## Assignment
Provide again, from the entries below, every line from the one containing "1, max: 1439" through the one containing "[0, ...cuts.toSorted((a, b)", exactly as written, and no other line.

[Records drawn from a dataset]
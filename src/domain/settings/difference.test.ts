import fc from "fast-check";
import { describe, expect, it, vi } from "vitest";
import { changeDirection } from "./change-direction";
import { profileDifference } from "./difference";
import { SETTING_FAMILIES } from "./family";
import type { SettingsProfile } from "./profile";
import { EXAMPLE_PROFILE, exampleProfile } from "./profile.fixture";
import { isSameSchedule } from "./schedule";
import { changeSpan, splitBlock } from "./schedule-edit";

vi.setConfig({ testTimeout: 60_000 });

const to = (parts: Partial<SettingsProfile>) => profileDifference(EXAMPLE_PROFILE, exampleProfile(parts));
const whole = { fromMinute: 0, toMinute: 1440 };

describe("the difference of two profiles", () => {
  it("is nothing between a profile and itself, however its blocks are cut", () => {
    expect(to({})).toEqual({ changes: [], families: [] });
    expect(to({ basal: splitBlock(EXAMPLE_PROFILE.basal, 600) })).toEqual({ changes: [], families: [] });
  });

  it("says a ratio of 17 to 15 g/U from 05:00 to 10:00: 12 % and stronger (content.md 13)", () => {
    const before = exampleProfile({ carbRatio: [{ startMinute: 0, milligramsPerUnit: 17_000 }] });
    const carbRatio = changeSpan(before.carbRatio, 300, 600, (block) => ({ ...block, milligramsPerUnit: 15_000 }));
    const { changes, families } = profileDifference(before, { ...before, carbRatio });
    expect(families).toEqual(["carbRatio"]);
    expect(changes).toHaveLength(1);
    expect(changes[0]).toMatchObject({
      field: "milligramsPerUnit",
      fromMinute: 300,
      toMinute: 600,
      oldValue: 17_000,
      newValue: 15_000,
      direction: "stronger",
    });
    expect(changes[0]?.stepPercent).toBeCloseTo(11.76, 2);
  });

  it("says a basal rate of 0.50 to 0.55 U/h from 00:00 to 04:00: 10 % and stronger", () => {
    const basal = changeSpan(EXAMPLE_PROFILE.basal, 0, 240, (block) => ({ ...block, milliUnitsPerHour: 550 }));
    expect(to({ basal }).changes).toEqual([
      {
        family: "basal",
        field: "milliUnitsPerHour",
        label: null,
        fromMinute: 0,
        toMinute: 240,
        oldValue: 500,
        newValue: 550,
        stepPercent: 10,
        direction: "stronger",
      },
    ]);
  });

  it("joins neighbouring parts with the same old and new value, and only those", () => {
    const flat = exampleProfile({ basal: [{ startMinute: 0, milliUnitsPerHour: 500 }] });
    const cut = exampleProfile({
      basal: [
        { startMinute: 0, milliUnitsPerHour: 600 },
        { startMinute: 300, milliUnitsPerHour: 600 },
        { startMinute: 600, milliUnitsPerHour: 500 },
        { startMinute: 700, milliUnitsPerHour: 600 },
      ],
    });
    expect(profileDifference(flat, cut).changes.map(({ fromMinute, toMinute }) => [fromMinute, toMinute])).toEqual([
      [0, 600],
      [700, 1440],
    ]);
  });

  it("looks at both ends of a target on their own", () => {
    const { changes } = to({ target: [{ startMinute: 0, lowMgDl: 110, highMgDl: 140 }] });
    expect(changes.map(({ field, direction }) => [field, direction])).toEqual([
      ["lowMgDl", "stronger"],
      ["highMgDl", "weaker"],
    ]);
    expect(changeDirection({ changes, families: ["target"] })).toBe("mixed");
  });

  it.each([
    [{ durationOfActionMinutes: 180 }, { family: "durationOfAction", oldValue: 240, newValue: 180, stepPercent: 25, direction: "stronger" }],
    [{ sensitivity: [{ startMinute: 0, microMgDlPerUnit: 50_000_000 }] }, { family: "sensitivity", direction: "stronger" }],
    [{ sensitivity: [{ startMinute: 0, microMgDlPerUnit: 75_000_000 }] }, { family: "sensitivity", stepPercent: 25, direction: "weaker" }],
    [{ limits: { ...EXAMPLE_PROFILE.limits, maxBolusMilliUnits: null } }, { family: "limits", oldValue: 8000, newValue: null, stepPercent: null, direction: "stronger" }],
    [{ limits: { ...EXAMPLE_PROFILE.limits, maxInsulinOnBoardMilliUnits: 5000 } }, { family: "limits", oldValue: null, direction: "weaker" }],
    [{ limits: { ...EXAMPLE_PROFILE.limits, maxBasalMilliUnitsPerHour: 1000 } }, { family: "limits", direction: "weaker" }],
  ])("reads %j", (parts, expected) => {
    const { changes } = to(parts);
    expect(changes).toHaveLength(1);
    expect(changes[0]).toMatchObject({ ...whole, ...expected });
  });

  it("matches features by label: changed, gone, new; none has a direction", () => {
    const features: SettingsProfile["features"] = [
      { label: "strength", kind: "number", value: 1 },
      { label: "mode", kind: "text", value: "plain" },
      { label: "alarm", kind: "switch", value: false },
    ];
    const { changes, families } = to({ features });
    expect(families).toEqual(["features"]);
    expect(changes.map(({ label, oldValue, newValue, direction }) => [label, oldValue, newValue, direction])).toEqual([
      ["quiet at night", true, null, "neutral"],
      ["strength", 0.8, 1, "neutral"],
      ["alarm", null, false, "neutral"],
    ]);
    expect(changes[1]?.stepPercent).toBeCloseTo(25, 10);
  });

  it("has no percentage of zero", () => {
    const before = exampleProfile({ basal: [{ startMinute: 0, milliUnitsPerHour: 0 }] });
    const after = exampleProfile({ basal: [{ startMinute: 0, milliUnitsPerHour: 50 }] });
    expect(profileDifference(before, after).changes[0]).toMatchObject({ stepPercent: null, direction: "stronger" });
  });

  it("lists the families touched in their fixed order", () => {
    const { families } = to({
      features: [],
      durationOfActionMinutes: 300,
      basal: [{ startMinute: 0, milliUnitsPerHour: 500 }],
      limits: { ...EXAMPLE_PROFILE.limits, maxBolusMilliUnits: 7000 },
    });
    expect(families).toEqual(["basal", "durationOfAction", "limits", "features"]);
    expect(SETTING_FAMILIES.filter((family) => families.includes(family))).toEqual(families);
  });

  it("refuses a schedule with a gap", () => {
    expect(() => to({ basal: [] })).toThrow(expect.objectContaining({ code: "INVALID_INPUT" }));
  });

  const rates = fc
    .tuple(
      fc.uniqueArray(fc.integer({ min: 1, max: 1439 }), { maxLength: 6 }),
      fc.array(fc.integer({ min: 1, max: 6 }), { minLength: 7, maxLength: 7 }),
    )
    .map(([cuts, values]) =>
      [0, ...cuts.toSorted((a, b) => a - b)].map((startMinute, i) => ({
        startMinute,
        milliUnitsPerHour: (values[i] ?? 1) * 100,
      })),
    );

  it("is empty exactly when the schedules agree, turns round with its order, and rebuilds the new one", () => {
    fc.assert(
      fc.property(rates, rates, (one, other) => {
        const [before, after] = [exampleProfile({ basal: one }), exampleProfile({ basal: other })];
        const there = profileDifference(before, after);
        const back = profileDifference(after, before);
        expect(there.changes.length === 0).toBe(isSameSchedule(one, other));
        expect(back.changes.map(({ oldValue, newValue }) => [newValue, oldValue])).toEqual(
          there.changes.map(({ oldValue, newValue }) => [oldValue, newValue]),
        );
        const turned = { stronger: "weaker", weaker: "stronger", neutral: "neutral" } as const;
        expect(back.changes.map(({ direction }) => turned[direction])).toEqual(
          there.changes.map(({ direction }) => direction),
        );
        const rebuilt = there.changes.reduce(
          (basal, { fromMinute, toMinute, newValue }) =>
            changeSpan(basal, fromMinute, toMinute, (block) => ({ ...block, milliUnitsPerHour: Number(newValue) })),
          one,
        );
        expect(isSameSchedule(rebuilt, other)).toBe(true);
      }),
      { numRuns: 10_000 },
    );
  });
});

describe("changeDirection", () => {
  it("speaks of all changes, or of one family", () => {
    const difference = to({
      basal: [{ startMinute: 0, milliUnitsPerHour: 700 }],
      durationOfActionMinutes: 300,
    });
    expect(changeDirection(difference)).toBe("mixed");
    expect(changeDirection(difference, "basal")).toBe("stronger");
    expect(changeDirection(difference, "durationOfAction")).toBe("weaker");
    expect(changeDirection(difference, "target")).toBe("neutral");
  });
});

* * *

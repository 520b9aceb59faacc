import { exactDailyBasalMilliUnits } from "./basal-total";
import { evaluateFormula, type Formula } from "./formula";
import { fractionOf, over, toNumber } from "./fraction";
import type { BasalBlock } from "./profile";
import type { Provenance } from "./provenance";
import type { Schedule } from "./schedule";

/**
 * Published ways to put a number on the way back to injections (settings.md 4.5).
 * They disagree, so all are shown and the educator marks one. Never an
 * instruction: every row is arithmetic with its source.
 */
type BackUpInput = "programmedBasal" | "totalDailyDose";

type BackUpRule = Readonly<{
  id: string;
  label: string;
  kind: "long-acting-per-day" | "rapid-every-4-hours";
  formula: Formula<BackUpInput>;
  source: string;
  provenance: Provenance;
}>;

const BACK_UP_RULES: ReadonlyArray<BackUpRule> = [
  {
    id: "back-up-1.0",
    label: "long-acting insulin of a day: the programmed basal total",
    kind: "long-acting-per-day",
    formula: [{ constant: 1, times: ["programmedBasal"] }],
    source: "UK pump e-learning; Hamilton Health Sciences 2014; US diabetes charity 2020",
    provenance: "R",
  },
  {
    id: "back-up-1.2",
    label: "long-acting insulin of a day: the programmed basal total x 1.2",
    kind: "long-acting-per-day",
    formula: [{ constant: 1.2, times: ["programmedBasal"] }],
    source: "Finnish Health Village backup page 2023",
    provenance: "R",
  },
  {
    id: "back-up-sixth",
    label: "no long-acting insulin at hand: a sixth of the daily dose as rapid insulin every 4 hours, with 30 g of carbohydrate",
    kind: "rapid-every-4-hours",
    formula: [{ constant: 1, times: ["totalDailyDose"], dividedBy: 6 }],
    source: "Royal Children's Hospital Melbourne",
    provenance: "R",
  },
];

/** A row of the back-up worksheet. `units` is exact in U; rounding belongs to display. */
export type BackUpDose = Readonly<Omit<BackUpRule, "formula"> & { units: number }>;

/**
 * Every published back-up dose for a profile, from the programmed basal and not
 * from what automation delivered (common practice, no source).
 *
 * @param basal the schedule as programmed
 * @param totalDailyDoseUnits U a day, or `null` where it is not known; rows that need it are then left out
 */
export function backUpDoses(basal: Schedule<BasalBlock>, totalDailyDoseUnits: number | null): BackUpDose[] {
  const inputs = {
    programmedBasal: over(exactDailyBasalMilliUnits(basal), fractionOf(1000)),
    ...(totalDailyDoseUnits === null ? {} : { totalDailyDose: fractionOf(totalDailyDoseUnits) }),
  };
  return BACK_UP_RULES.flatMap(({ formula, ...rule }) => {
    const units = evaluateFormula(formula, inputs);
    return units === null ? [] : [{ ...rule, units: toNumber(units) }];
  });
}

## Exercise output
      fc.uniqueArray(fc.integer({ min: 1, max: 1439 }), { maxLength: 6 }),
      fc.array(fc.integer({ min: 1, max: 6 }), { minLength: 7, maxLength: 7 }),
    )
    .map(([cuts, values]) =>
      [0, ...cuts.toSorted((a, b) => a - b)].map((startMinute, i) => ({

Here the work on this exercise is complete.